(Collected data)
BEGIN

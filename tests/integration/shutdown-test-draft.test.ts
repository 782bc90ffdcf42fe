import { randomUUID } from 'node:crypto';
import { afterAll, beforeAll, beforeEach, describe, expect, it } from 'vitest';
import type { Act } from '../../src/domain/commissioning/shutdown-test-record';
import { asActor } from '../../src/server/db/transaction';
import { siteAndItsSteps } from '../../src/server/services/commissioning';
import { shutdownTestPage } from '../../src/server/services/shutdown-test-page';
import { shutdownTestList } from '../../src/server/services/shutdown-test-report';
import { addActs, endShutdownTest } from '../../src/server/services/shutdown-test-write';
import { planOf, sent } from '../support/shutdown-test';
import { CLINIC, SCHOOL, failure, reading, testScene, type TestScene } from '../support/shutdown-test-scene';

let scene: TestScene;
beforeAll(async () => {
  scene = await testScene();
});
afterAll(() => scene.db.drop());
beforeEach(() => scene.clear());

describe('a draft', () => {
  it('is one a zone: whoever comes second is told who is at it, and where', async () => {
    const ref = await scene.startTest();
    const error = await failure(scene.startTest(scene.manager));
    expect(error.kind).toBe('conflict');
    expect(error.message).toContain('Bram Ottersley started it');
    expect(error.detail.fields).toEqual([{ field: 'open', message: ref }]);
    await scene.startTest(scene.technician, SCHOOL, 'Gym');
    await scene.startTest(scene.technician, SCHOOL, 'Main building');
  });

  it('is written step by step, by two people, and tells each of the other', async () => {
    const ref = await scene.startTest();
    await scene.add(ref, { kind: 'planned', plan: planOf([scene.refOf('A1')]) }, scene.after(0));
    await scene.add(ref, { kind: 'caution_accepted', name: 'Somebody' }, scene.after(5), scene.manager);
    const seen = await asActor(scene.technician, (tx) =>
      shutdownTestPage(tx, ref, new Date(), 'Bram Ottersley'),
    );
    expect(seen.record.plan?.strings).toEqual([scene.refOf('A1')]);
    expect(seen.record.caution?.name).toBe('Somebody');
    expect(seen.others).toHaveLength(1);
    expect(seen.others[0]!.name).not.toBe('Bram Ottersley');
  });

  it('counts the units of its strings that pass because they have not answered the roll call', async () => {
    const ref = await scene.startTest();
    const zone = (await scene.page(ref)).unheard;
    expect(zone.unheard).toBe(zone.units); // nothing has reported here
    await scene.add(ref, { kind: 'planned', plan: planOf([scene.refOf('A1')]) }, scene.after(0));
    const { units, unheard } = (await scene.page(ref)).unheard;
    expect(unheard).toBe(units);
    expect(units).toBeLessThan(zone.units);
    const { rowCount } = await scene.db.owner.query(
      `insert into heard (site_id, serial, unit_id, logger_id, gateway_number, first_heard_at, last_heard_at)
       select s.site_id, unit.serial, unit.id, s.logger_id, 1, now(), now() from string s join slot on slot.string_id = s.id
       join placement p on p.slot_id = slot.id and p.placed_to is null join unit on unit.id = p.unit_id
       where s.ref = $1 and slot.position <= 3`,
      [scene.refOf('A1')],
    );
    expect(rowCount).toBe(3);
    expect((await scene.page(ref)).unheard).toEqual({ units, unheard: units - 3 });
    await scene.db.owner.query('delete from heard');
    await scene.db.owner.query(`update unit_type set out_of_box = 'shutdown'`);
    expect((await scene.page(ref)).unheard.unheard).toBe(0);
    await scene.db.owner.query(`update unit_type set out_of_box = 'passing'`);
  });

  it('shows on the commissioning pages while it is open, and there only', async () => {
    const step = async () =>
      (await asActor(scene.technician, (tx) => siteAndItsSteps(tx, scene.fleet.site(CLINIC).ref))).steps.find(
        (s) => s.key === 'shutdown_test',
      );
    expect(await step()).toMatchObject({ state: 'not_started', startedAt: null });
    const ref = await scene.startTest();
    const begun = await step();
    expect(begun).toMatchObject({ state: 'under_way', words: 'test of Whole roof under way' });
    expect(begun?.startedAt).not.toBeNull();
    await asActor(scene.technician, (tx) => endShutdownTest(tx, scene.technician, ref, 'Rain came', null));
    expect(await step()).toMatchObject({ state: 'not_started', words: 'not started', startedAt: null });
  });

  it('takes the same act twice once', async () => {
    const ref = await scene.startTest();
    const act = sent({ kind: 'planned', plan: planOf([scene.refOf('A1')]) }, scene.after(0));
    const send = () =>
      asActor(scene.technician, (tx) => addActs(tx, scene.technician, ref, [act], new Date()));
    await send();
    await send();
    expect((await scene.db.owner.query('select from shutdown_test_act')).rowCount).toBe(1);
  });

  it.each<[string, Act, string]>([
    ['a caution before the plan', { kind: 'caution_accepted', name: 'A B' }, 'Say first who is there'],
    ['a reading before the plan', reading(randomUUID(), 'before', 1, null), 'Say first who is there'],
  ])('refuses %s', async (_, act, words) => {
    const ref = await scene.startTest();
    const error = await failure(scene.add(ref, act, scene.after(0)));
    expect(error.message).toContain(words);
    expect(error.detail.fields?.[0]?.field).toBe('acts.0');
  });

  it('refuses a time to come, a foreign string, and anything once it is ended', async () => {
    const ref = await scene.startTest();
    const plan: Act = { kind: 'planned', plan: planOf([scene.refOf('A1')]) };
    expect((await failure(scene.add(ref, plan, new Date(Date.now() + 600_000)))).message).toContain('future');
    await scene.add(ref, plan, scene.after(0));
    await scene.add(ref, { kind: 'caution_accepted', name: 'A B' }, scene.after(1));
    await scene.add(ref, { kind: 'watch_started', round: 0 }, scene.after(2));
    expect(
      (await failure(scene.add(ref, reading(scene.refOf('A2'), 'before', 480, null), scene.after(3))))
        .message,
    ).toContain('not part of the test');
    await asActor(scene.technician, (tx) => endShutdownTest(tx, scene.technician, ref, 'Rain came', null));
    expect(
      (await failure(scene.add(ref, { kind: 'remark', text: 'late' }, scene.after(9)))).message,
    ).toContain('Rain came');
    const { tests } = await asActor(scene.analyst, (tx) =>
      shutdownTestList(tx, scene.fleet.site(CLINIC).ref, new Date()),
    );
    expect(tests).toEqual([expect.objectContaining({ state: 'ended', reason: 'Rain came', result: null })]);
    await scene.startTest();
  });

  it('is nobody’s outside the organisation', async () => {
    const ref = await scene.startTest();
    for (const actor of [scene.stranger, scene.customer])
      expect(
        (await failure(scene.page(ref, { ...actor, sites: actor.role === 'customer' ? [] : 'all' }))).kind,
      ).toBe('not_found');
    expect(
      (await failure(scene.add(ref, { kind: 'remark', text: 'x' }, scene.after(0), scene.stranger))).kind,
    ).toBe('not_found');
    expect((await failure(scene.startTest(scene.stranger))).kind).toBe('not_found');
  });
});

END

What this task involves:
Where the word "update" appears in a line of the entries, copy that line.

Exercise result:
    await scene.db.owner.query(`update unit_type set out_of_box = 'shutdown'`);
    await scene.db.owner.query(`update unit_type set out_of_box = 'passing'`);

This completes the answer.